# My first table saw needs refurbishing.



## AnnaEA (Jul 31, 2010)

My FIL is giving me a tablesaw. It's the first one I've ever had, and it looks pretty old and beat up. It's a Rockwell 10" Homecraft, and I've hunted around and gotten myself the manual and parts list. (All hail OWWM!)

The saw arrives in my basement Monday, where I will start the process of trying to figure out how the dickens the thing works, what kind of repairs and stuff it needs, and how to do all this.

So, while I welcome any general thoughts and advice on this, I do have one serious question right up front.

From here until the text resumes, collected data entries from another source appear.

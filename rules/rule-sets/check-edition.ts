import { quantityById } from '../quantities/registry';
import { checkCases } from './check-cases';
import { checkRule } from './check-rule';
import { checkTable } from './check-table';
import { type EditionContents, viewOf } from './edition-view';
import type { DocumentProblem } from './problem';

/** What a schema cannot see: references that lead nowhere, names given twice, limits that contradict. */
export function checkEdition(edition: EditionContents): DocumentProblem[] {
  const view = viewOf(edition);
  return [
    ...duplicates(edition),
    ...edition.quantities.flatMap((quantity, i) =>
      quantityById(quantity.id) === undefined
        ? []
        : [
            {
              pointer: `/quantities/${i}/id`,
              detail: `Quantity ${quantity.id}: the registry already has this quantity.`,
              fix: 'Remove it here, or give it an id of its own.',
            },
          ],
    ),
    ...edition.tables.flatMap((table, i) => checkTable(table, `/tables/${i}`, view)),
    ...edition.rules.flatMap((rule, i) => checkRule(rule, `/rules/${i}`, view)),
    ...edition.roomToMove.flatMap((id, i) =>
      view.rule(id)
        ? []
        : [
            {
              pointer: `/roomToMove/${i}`,
              detail: `roomToMove names the rule ${id}, which this edition does not have.`,
              fix: 'Name a rule of this edition, or remove the entry.',
            },
          ],
    ),
    ...Object.keys(edition.reportedTolerance).flatMap((id) =>
      view.quantity(id)
        ? []
        : [
            {
              pointer: `/reportedTolerance/${id}`,
              detail: `reportedTolerance names the quantity ${id}, which is not known.`,
              fix: 'Use an id of the registry.',
            },
          ],
    ),
    ...checkCases(edition.cases, view),
  ];
}

/** Ids given twice among rules, tables, attributes, quantities, documents and cases. */
export function duplicates(
  edition: Omit<EditionContents, 'roomToMove' | 'reportedTolerance'>,
): DocumentProblem[] {
  return [
    ...repeated('rules', 'rule', edition.rules, (each) => each.id),
    ...repeated('tables', 'table', edition.tables, (each) => each.id),
    ...repeated('attributes', 'attribute', edition.attributes, (each) => each.name),
    ...repeated('quantities', 'quantity', edition.quantities, (each) => each.id),
    ...repeated('documents', 'document type', edition.documents, (each) => each.type),
    ...repeated('cases', 'case', edition.cases, (each) => each.id),
  ];
}

function repeated<T>(list: string, word: string, entries: T[], key: (entry: T) => string): DocumentProblem[] {
  const seen = new Set<string>();
  return entries.flatMap((entry, i) => {
    const id = key(entry);
    if (!seen.has(id)) {
      seen.add(id);
      return [];
    }
    return [
      {
        pointer: `/${list}/${i}`,
        detail: `The ${word} ${id} is given more than once.`,
        fix: `Give each ${word} a name of its own, or remove one.`,
      },
    ];
  });
}
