import { spawn } from 'node:child_process';
import { launch } from 'chrome-launcher';
import lighthouse from 'lighthouse';

const port = 4187;
const flags = ['--headless', '--no-sandbox', '--disable-gpu', '--disable-quic', '--no-first-run'];

/** The first screen as a stranger opens it, measured by Lighthouse as on a desk. */
export async function benchLighthouse(): Promise<string> {
  const instance = spawn(process.execPath, ['server/scripts/throwaway-instance.mjs'], {
    env: { ...process.env, PORT: String(port) },
    stdio: ['ignore', 'ignore', 'inherit'],
  });
  const ended = new Promise((resolve) => instance.once('exit', resolve));
  try {
    await answers(`http://127.0.0.1:${port}/api/ready`);
    const chromium = await launch({ chromePath: '/usr/bin/chromium', chromeFlags: flags });
    try {
      const result = await lighthouse(
        `http://127.0.0.1:${port}/sign-in`,
        { port: chromium.port, onlyCategories: ['performance', 'accessibility'], logLevel: 'error' },
        desk,
      );
      const score = (name: string) => Math.round((result?.lhr.categories[name]?.score ?? 0) * 100);
      return `Lighthouse on the first screen: performance ${score('performance')}, target at least 95; accessibility ${score('accessibility')}, target 100`;
    } finally {
      chromium.kill();
    }
  } finally {
    instance.kill('SIGTERM');
    await ended;
  }
}

const desk = {
  extends: 'lighthouse:default',
  settings: {
    formFactor: 'desktop' as const,
    screenEmulation: { mobile: false, width: 1350, height: 940, deviceScaleFactor: 1, disabled: false },
    throttling: {
      rttMs: 40,
      throughputKbps: 10_240,
      cpuSlowdownMultiplier: 1,
      requestLatencyMs: 0,
      downloadThroughputKbps: 0,
      uploadThroughputKbps: 0,
    },
  },
};

async function answers(address: string): Promise<void> {
  for (let attempt = 0; attempt < 600; attempt += 1) {
    const ok = await fetch(address).then(
      (response) => response.ok,
      () => false,
    );
    if (ok) return;
    await new Promise((resolve) => setTimeout(resolve, 200));
  }
  throw new Error(`${address} does not answer.`);
}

What are the saw killers? What kinds of problems could a table saw have that would make it not worth repairing?


----------



## carlosponti (Sep 9, 2008)

if the top is warped that's an issue you cant really fix but most others are fixable.


----------



## TheWoodNerd (Aug 30, 2009)

Given the cost of parts, I would think that just about any non-trivial repair will make it more viable to buy another quality used saw instead of repairing this one.


----------



## justinwdemoss (Jun 22, 2010)

I don't know your specific saw, but have seen a lot of Rockwell homecrafts on craigslist over the last year. This may not pertain to you as you mentioned that OWWM was one of your consulted sources, but some of the Rockwells are direct drive. If the motor is shot or in bad shape, there really isn't much you can do or should do. However, if the motor is a belt driven type, the blade can be squared, the fence can be aligned, and the top is dead flat, you can to a lot with an old saw. I love to save old tools and in the past two years have refurbished a 1956 delta RAS and a 1946 Duropower shaper. Good luck and take your time.

Consider posting model numbers and pics. They will go a long way to getting people to be able to help you.

Justin in Loveland, OH


----------



## AnnaEA (Jul 31, 2010)

As soon as it's into my space I'll be able to get to the motor and such to get the model number and some decent photos. I think it's the model 34-660, just from what I could see looking at it through the stuff piled around it, but I won't know for sure until I can get a closer look. Should be belt driven, if I pegged the model correctly

The omens are favorable though - I was able to prop a level on the edge of the table, and it didn't look too out of kilter. It's on a dirt floor right now though, so we'll see. And the top isn't aluminum-it's got some pretty nice looking rust on it, though not so bad it's pitting or anything. Just a sheen, probably from being in the damp in that shed.


----------



## carlosponti (Sep 9, 2008)

is this the saw http://www.owwm.com/photoindex/detail.aspx?id=10039


----------



## AnnaEA (Jul 31, 2010)

Almost exactly, Joe. The name plate on mine says "Homecraft Model 10 Saw". Otherwise they're identical in visible details.


----------



## AnnaEA (Jul 31, 2010)

Okay, I have to take that back - mine does say 10" Homecraft Saw. I got a good look at it today when we went to pick it up. It is a 34-660, per the model/serial plate. It needs re-wiring though, and some repairs under the table where bolts are messed up. My FIL is keeping it to rewire, and I should be able to get it when he is done with the electrical.


----------



## Newbiewoodworker43 (Sep 18, 2011)

Anna,
Did you ever get your table saw up and running? I am looking at the same saw for $50 on CL and was wondering how you like your table saw. Also, was fixing it up worth it or would you buy something newer if you had to do it over?


----------



## HerbC (Jul 28, 2010)

Howard,

Look's like Anna has probably dropped out of active status. Her last post here was 1014 days ago…

Herb


----------



## SCOTSMAN (Aug 1, 2008)

Her last post here was 1014 days ago…
That's not so long She's probably just having a cup of coffee or on the loo.These things take time.Alistair


----------



## Nashvillian (May 13, 2021)

*Anna, do you still have the Rockwell 34-660?*

I have one I'm trying to somewhat restore, but I didn't take good enough pictures when I disassembled it and now I'm not sure I know where everything fits. Newbie mistake.


----------



## xedos (Apr 25, 2020)

> What are the saw killers? What kinds of problems could a table saw have that would make it not worth repairing?
> 
> AnnaEA


Well, being a Homecraft is kinda a deal breaker. The saw was a low budget , low spec weekend warrior impulse purchaser type tool to begin with.

If you're just looking for a project with sentimental value , this summer as good as anything. If you want a decent/good table saw to use - look elsewhere.


----------